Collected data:
-------------------------
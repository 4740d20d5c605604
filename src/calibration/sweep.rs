//! Dispersion sweep: one frame reconstructed for every a2/a3 on a grid, with
//! a contact sheet of thumbnails, a table of metrics (CSV and JSON) and a
//! plot of the sharpness metric against the coefficient, and sweep.html:
//! the frame at every setting on a comparison page (any two side by side or
//! blinking under one window/level, and their difference).
//!
//! The metric is the same entropy, on the same bright A-lines, that
//! `dispersion = "auto"` minimises, so the sweep's best row and the automatic
//! estimate can be compared directly. The FWHM and peak of the brightest
//! interface are measured on those A-lines with 8× zero padding.

use anyhow::{anyhow, bail, Context, Result};
use image::{imageops, GrayImage};
use ndarray::{Array2, Axis};
use plotters::prelude::*;
use rayon::prelude::*;
use serde::Serialize;
use std::io::Write;
use std::path::{Path, PathBuf};

use super::dispersion::{brightest_lines, entropy, FringeSet};
use crate::analysis;
use crate::io::hash;
use crate::io::staging::write_atomically;
use crate::physics;
use crate::pipeline::config::{DispersionMethod, PipelineConfig};
use crate::pipeline::plan::{CaptureGeometry, Plan};
use crate::stages::log_compression::{grey_levels, GreyMapping};

/// Most settings one sweep may have.
pub const MAX_SETTINGS: usize = 1024;
const THUMB_W: u32 = 240;
const THUMB_H: u32 = 180;
const LABEL_H: u32 = 40;
const GAP: u32 = 8;
const COLUMNS: usize = 6;
/// Height of the sheet's header line (what the tiles show).
const HEADER_H: u32 = 26;
/// Screen pixels per A-line and per depth pixel in a tile: the crop is
/// shown enlarged, never shrunk, so the PSF's sharpening stays visible.
const TILE_ZOOM: usize = 2;

/// The part of the frame every tile shows: A-lines and depth pixels
/// around the brightest interface, at `zoom` screen pixels per pixel.
#[derive(Debug, Clone, Serialize)]
pub struct TileCrop {
    pub first_aline: usize,
    pub alines: usize,
    /// Index of the crop's first depth pixel in the reconstructed frame.
    pub first_depth_pixel: usize,
    /// Depth of the crop's first and last pixel, µm in air.
    pub first_depth_um: f64,
    pub last_depth_um: f64,
    pub depth_pixels: usize,
    pub depth_spacing_um: f64,
    pub zoom: usize,
    /// Depth of the brightest interface the crop is centred on, µm in air.
    pub interface_depth_um: f64,
    /// Length of the scale bar drawn in each tile, µm in air.
    pub scale_bar_um: f64,
}

/// Parses `START:STOP:STEP` into the values START, START+STEP, … ≤ STOP.
pub fn parse_range(text: &str, name: &str) -> Result<Vec<f64>> {
    let parts: Vec<&str> = text.split(':').collect();
    let nums: Vec<f64> = match parts.as_slice() {
        [single] => vec![single.trim().parse::<f64>().map_err(|_| anyhow!("--{name} '{text}': expected START:STOP:STEP or one number"))?],
        [a, b, c] => {
            let v: Result<Vec<f64>, _> = [a, b, c].iter().map(|s| s.trim().parse::<f64>()).collect();
            v.map_err(|_| anyhow!("--{name} '{text}': expected numbers START:STOP:STEP"))?
        }
        _ => bail!("--{name} '{text}': expected START:STOP:STEP"),
    };
    if nums.iter().any(|v| !v.is_finite()) {
        bail!("--{name} '{text}': values must be finite");
    }
    if nums.len() == 1 {
        return Ok(nums);
    }
    let (start, stop, step) = (nums[0], nums[1], nums[2]);
    if step <= 0.0 {
        bail!("--{name} '{text}': step must be > 0");
    }
    if stop < start {
        bail!("--{name} '{text}': stop {stop} is below start {start}");
    }
    let count = ((stop - start) / step + 1e-9).floor() as usize + 1;
    if count > MAX_SETTINGS {
        bail!("--{name} '{text}': {count} values, more than {MAX_SETTINGS}");
    }
    Ok((0..count).map(|i| start + step * i as f64).collect())
}

#[derive(Debug, Clone, Serialize)]
pub struct SweepRow {
    pub a2_rad: f64,
    pub a3_rad: f64,
    /// Entropy of the normalised intensity of the bright A-lines (nats; lower is sharper).
    pub entropy: f64,
    /// Median FWHM of the brightest interface over the bright A-lines, µm in air.
    pub fwhm_um: Option<f64>,
    /// Median peak of the brightest interface, dB.
    pub peak_db: f64,
    pub gdd_fs2: f64,
    pub fused_silica_mm: f64,
    /// Position of this setting's thumbnail in the contact sheet: x, y, width, height.
    pub tile: [u32; 4],
}

#[derive(Debug, Clone, Serialize)]
pub struct SweepReport {
    pub capture: PathBuf,
    pub input_hash: String,
    pub pipeline_sha256: String,
    pub frame: usize,
    pub metric: &'static str,
    pub alines_used: usize,
    pub best: usize,
    pub tile_crop: TileCrop,
    pub rows: Vec<SweepRow>,
}

/// Most pixels sweep.html embeds (all settings together); beyond it the
/// page holds the tiles' crop of each setting instead of the whole frame.
pub const PAGE_PIXEL_BUDGET: usize = 32 << 20;

/// Runs the sweep and writes `contact-sheet.png`, `sweep.csv`, `sweep.json`,
/// `metric.png` and `sweep.html` into `out`.
pub fn sweep(capture_path: &Path, config: &PipelineConfig, frame: usize, a2: &[f64], a3: &[f64], out: &Path) -> Result<SweepReport> {
    let settings: Vec<(f64, f64)> = a3.iter().flat_map(|&b| a2.iter().map(move |&a| (a, b))).collect();
    if settings.len() > MAX_SETTINGS {
        bail!("{} settings, more than {MAX_SETTINGS}", settings.len());
    }
    let capture = crate::run::open_capture(capture_path, &config.input)?;
    if frame >= capture.frames {
        bail!("frame {frame} does not exist (the capture has {} frames)", capture.frames);
    }
    let mut spectra = Array2::<f64>::zeros(capture.frame_shape());
    capture.read_frame(frame, &mut spectra)?;
    let source = capture.background.clone().unwrap_or_else(|| crate::stages::background::mean_spectrum(spectra.view()));
    let geometry = CaptureGeometry { wavelength_nm: &capture.wavelength_nm, background: capture.background.as_deref(), source_spectrum: Some(&source) };
    let mut cfg = config.clone();
    cfg.dispersion.method = DispersionMethod::Fixed;
    cfg.dispersion.a2 = 0.0;
    cfg.dispersion.a3 = 0.0;
    let plan = Plan::new(&cfg, geometry)?;
    let mut fine_cfg = cfg.clone();
    fine_cfg.fft.zero_padding = fine_cfg.fft.zero_padding.max(8);
    fine_cfg.fft.crop_um = None;
    fine_cfg.fft.crop_px = None;
    let fine_plan = Plan::new(&fine_cfg, geometry)?;

    let all: Vec<usize> = (0..capture.alines).collect();
    let lines = brightest_lines(&plan, spectra.view(), config.dispersion.search_alines);
    let frame_set = FringeSet::new(&plan, spectra.view(), &all);
    let fine_set = FringeSet::new(&fine_plan, spectra.view(), &lines);
    let (k_min, k_max) = (plan.summary.k_min_per_um, plan.summary.k_max_per_um);
    let fine_spacing = fine_plan.summary.depth_spacing_um;

    // Grey scale shared by all thumbnails, and the crop, from the
    // uncorrected frame.
    let uncorrected = frame_set.amplitudes(0.0, 0.0);
    let crop = tile_crop(&uncorrected, &lines, &plan);
    let lc = &config.log_compression;
    let uncorrected_db: Vec<f32> = uncorrected.iter().map(|a| (20.0 * a.max(1e-12).log10()) as f32).collect();
    let floor_db = crate::stages::log_compression::noise_floor_db(&uncorrected_db);
    let (black, white) = match lc.mapping {
        GreyMapping::Fixed => (lc.black_db, lc.white_db),
        GreyMapping::Auto => crate::stages::log_compression::auto_levels(&uncorrected_db, floor_db, lc.floor_offset_db, lc.dynamic_range_db, lc.white_percentile),
    };
    // What sweep.html embeds of each setting: the whole frame, or the
    // tiles' crop when all frames together would exceed the budget.
    let (alines_n, depth_n) = uncorrected.dim();
    let whole = settings.len() * alines_n * depth_n <= PAGE_PIXEL_BUDGET;
    let page_part = if whole { (0, alines_n, 0, depth_n) } else { (crop.first_aline, crop.alines, crop.first_depth_pixel, crop.depth_pixels) };

    let results: Vec<(SweepRow, GrayImage, Array2<f32>)> = settings
        .par_iter()
        .map(|&(a2, a3)| {
            let amp = frame_set.amplitudes(a2, a3);
            let bright = amp.select(Axis(0), &lines);
            let fine = fine_set.amplitudes(a2, a3);
            let mut widths = Vec::new();
            let mut peaks = Vec::new();
            for row in fine.rows() {
                let profile = row.to_vec();
                let (i, v) = analysis::peak(&profile, 0, profile.len());
                peaks.push(20.0 * v.max(1e-12).log10());
                if let Some(w) = analysis::fwhm(&profile, i) {
                    widths.push(w * fine_spacing);
                }
            }
            let fwhm_um = (widths.len() * 2 > fine.nrows()).then(|| crate::stages::background::median_in_place(&mut widths));
            let peak_db = crate::stages::background::median_in_place(&mut peaks);
            let eq = physics::dispersion_equivalent(a2, k_min, k_max);
            let row = SweepRow {
                a2_rad: a2,
                a3_rad: a3,
                entropy: entropy(&bright),
                fwhm_um,
                peak_db,
                gdd_fs2: eq.gdd_fs2,
                fused_silica_mm: eq.fused_silica_mm,
                tile: [0; 4],
            };
            let (a0, na, d0, nd) = page_part;
            let page_db = amp.slice(ndarray::s![a0..a0 + na, d0..d0 + nd]).t().mapv(|a| (20.0 * a.max(1e-12).log10()) as f32);
            (row, thumbnail(&amp, &crop, black, white), page_db)
        })
        .collect();
    let mut rows = Vec::with_capacity(results.len());
    let mut thumbs = Vec::with_capacity(results.len());
    let mut page_images = Vec::with_capacity(results.len());
    for (r, t, p) in results {
        rows.push(r);
        thumbs.push(t);
        page_images.push(p);
    }
    let best = rows.iter().enumerate().min_by(|a, b| a.1.entropy.total_cmp(&b.1.entropy)).map(|(i, _)| i).unwrap_or(0);

    std::fs::create_dir_all(out).with_context(|| format!("creating {}", out.display()))?;
    let columns = settings.len().min(COLUMNS);
    for (i, row) in rows.iter_mut().enumerate() {
        let (c, r) = ((i % columns) as u32, (i / columns) as u32);
        let (w, h) = thumbs[i].dimensions();
        row.tile = [GAP + c * (THUMB_W + GAP), HEADER_H + GAP + r * (THUMB_H + LABEL_H + GAP) + LABEL_H, w, h];
    }
    let pipeline_sha256 = config.sha256();
    contact_sheet(&out.join("contact-sheet.png"), &rows, &thumbs, columns, best, &crop, (black, white), &pipeline_sha256)?;
    let report = SweepReport {
        capture: std::path::absolute(capture_path).unwrap_or_else(|_| capture_path.to_path_buf()),
        input_hash: hash::input_hash(capture_path)?,
        pipeline_sha256,
        frame,
        metric: "entropy of normalised intensity (nats, lower is sharper)",
        alines_used: lines.len(),
        best,
        tile_crop: crop,
        rows,
    };
    write_atomically(&out.join("sweep.csv"), |tmp| {
        let mut f = std::io::BufWriter::new(std::fs::File::create(tmp)?);
        writeln!(f, "a2_rad,a3_rad,entropy,fwhm_um,peak_db,gdd_fs2,fused_silica_mm,best")?;
        for (i, r) in report.rows.iter().enumerate() {
            let fwhm = r.fwhm_um.map(|v| format!("{v:.4}")).unwrap_or_default();
            writeln!(
                f,
                "{},{},{:.6},{},{:.3},{:.1},{:.4},{}",
                r.a2_rad,
                r.a3_rad,
                r.entropy,
                fwhm,
                r.peak_db,
                r.gdd_fs2,
                r.fused_silica_mm,
                i == best
            )?;
        }
        f.flush()?;
        Ok(())
    })?;
    write_atomically(&out.join("sweep.json"), |tmp| {
        std::fs::write(tmp, crate::json_doc::pretty(crate::json_doc::DISPERSION_SWEEP, &report))?;
        Ok(())
    })?;
    metric_plot(&out.join("metric.png"), &report, a2.len() > 1, physics::dispersion_equivalent(1.0, k_min, k_max))?;
    let page = sweep_page(&report, page_images, &plan, (!whole).then_some(page_part), config.input.aline_spacing_um.or(capture.scan.aline_spacing_um), floor_db, (black, white));
    write_atomically(&out.join("sweep.html"), |tmp| {
        std::fs::write(tmp, page.as_bytes())?;
        Ok(())
    })?;
    Ok(report)
}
-------------------------
- _Work to complete_: Filtering the entries above by the word "prelude", copy each line that matches.

- _Exercise solution_:
use plotters::prelude::*;
use rayon::prelude::*;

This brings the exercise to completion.